Aim of the task:
Copy every line of the following data that includes the string "InstrumentView".

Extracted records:

○ ○ ○

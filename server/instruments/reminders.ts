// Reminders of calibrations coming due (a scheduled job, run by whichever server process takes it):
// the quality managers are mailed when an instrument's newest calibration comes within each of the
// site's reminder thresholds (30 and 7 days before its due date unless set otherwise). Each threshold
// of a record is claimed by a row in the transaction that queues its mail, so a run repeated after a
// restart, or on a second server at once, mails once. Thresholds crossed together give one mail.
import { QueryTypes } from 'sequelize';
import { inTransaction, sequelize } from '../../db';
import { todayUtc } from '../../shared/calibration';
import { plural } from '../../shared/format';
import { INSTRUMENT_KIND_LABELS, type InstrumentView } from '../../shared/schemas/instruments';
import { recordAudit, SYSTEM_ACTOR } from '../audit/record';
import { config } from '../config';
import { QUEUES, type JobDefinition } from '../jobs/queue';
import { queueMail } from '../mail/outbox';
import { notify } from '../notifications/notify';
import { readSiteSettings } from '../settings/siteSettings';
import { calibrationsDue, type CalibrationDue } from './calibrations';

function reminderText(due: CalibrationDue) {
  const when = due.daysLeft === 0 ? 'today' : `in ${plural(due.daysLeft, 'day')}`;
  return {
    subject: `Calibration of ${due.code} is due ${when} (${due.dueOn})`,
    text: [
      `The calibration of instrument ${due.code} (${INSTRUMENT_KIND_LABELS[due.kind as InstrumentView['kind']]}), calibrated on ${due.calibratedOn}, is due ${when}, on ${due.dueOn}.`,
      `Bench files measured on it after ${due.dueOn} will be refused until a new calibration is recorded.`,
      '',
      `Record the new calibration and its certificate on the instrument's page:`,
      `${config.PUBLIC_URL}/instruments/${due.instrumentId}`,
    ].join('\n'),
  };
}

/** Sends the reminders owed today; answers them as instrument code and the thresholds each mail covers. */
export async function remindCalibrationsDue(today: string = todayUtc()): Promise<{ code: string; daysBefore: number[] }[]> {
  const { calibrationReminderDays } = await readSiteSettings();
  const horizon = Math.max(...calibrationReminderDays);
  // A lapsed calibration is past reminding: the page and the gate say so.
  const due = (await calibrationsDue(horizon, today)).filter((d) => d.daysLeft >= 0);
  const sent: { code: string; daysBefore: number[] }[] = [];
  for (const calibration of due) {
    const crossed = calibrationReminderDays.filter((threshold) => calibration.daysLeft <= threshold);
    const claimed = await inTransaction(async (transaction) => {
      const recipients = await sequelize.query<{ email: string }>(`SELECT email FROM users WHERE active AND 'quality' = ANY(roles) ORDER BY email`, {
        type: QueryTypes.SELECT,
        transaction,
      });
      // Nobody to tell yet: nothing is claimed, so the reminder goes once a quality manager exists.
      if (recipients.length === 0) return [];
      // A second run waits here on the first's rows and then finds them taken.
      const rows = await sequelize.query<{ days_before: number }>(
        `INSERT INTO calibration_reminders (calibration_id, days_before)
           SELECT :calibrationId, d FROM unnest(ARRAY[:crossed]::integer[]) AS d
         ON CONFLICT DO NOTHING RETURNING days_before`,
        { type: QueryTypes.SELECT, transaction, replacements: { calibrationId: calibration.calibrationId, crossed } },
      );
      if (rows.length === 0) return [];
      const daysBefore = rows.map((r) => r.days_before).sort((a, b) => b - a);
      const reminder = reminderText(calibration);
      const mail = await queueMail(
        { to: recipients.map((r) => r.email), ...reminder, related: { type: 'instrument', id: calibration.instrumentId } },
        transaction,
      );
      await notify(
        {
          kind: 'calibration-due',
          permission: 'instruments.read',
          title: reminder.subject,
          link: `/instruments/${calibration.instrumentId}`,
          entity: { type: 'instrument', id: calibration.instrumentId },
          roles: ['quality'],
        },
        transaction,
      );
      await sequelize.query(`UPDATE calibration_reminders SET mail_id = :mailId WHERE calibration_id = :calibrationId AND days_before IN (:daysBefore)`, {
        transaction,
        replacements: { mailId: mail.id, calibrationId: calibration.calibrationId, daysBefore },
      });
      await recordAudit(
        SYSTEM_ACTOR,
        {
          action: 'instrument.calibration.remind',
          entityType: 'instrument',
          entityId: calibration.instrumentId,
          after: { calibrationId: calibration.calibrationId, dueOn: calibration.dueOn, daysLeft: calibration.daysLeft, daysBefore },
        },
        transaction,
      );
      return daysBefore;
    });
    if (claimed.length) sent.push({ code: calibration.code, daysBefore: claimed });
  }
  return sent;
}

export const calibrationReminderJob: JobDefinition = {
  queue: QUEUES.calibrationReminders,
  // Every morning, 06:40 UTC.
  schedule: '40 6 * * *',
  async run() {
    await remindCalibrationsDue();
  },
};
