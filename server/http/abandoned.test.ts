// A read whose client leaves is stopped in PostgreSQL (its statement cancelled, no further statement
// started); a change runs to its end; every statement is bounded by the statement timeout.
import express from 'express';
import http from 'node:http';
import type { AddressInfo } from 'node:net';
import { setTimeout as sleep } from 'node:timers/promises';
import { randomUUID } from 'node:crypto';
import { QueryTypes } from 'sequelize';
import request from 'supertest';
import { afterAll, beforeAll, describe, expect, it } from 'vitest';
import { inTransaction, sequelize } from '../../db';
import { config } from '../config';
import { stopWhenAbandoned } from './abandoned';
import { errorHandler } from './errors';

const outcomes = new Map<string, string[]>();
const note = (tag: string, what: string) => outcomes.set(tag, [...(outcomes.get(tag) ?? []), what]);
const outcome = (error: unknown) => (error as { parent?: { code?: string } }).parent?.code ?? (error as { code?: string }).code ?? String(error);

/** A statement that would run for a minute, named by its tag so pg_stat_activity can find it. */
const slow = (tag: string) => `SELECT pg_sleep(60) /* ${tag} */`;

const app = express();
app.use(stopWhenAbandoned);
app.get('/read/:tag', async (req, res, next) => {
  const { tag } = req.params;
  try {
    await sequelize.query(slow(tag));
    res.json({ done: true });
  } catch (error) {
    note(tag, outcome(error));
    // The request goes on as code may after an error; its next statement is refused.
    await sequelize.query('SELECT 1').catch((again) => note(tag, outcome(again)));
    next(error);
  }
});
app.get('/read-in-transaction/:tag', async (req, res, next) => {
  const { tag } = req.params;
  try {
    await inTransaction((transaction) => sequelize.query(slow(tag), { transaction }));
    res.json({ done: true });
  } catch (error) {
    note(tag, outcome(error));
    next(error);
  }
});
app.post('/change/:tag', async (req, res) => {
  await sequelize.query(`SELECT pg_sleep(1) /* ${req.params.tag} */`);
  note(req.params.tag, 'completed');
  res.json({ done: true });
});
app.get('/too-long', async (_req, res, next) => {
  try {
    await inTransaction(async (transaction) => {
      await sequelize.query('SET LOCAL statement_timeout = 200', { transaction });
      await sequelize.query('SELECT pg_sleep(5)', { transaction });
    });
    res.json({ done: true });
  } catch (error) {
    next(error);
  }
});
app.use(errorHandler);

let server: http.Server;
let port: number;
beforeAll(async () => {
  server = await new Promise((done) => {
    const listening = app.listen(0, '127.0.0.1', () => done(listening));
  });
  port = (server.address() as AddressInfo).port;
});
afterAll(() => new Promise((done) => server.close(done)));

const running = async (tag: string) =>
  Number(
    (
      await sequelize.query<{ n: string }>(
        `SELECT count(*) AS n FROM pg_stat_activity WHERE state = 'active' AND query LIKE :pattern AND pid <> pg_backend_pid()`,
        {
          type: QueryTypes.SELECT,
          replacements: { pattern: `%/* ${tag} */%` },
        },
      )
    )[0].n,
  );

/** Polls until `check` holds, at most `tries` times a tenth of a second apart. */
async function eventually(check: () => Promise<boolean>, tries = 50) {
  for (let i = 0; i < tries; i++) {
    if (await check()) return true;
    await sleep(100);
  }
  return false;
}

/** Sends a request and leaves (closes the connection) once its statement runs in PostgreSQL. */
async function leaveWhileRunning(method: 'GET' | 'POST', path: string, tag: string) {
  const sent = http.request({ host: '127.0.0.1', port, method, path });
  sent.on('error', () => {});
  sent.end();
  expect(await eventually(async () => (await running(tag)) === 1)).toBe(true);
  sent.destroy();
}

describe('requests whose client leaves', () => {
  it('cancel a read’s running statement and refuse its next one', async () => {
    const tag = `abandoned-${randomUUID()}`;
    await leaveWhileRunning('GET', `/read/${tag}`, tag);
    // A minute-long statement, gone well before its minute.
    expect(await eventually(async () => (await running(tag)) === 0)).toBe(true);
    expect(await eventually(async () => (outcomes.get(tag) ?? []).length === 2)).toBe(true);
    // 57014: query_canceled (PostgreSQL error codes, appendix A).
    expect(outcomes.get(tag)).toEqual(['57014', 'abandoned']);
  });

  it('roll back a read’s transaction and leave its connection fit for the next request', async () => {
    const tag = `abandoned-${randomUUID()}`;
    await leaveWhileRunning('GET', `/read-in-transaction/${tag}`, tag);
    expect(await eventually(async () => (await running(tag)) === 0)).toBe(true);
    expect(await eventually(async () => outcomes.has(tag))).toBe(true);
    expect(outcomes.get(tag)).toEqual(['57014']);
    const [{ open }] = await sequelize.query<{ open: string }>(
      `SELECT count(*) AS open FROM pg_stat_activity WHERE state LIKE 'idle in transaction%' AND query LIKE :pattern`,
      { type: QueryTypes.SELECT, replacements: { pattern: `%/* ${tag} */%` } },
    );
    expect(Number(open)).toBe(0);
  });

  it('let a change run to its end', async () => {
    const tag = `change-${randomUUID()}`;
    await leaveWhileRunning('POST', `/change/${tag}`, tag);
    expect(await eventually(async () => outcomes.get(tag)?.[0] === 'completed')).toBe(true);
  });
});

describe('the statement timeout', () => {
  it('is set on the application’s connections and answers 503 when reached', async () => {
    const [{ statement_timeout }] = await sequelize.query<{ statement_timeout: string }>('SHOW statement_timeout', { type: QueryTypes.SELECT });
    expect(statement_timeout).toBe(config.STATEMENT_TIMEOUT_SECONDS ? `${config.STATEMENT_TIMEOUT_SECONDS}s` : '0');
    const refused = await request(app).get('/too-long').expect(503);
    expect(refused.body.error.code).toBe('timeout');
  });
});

○ ○ ○

Solved exercise:
import { INSTRUMENT_KIND_LABELS, type InstrumentView } from '../../shared/schemas/instruments';
      `The calibration of instrument ${due.code} (${INSTRUMENT_KIND_LABELS[due.kind as InstrumentView['kind']]}), calibrated on ${due.calibratedOn}, is due ${when}, on ${due.dueOn}.`,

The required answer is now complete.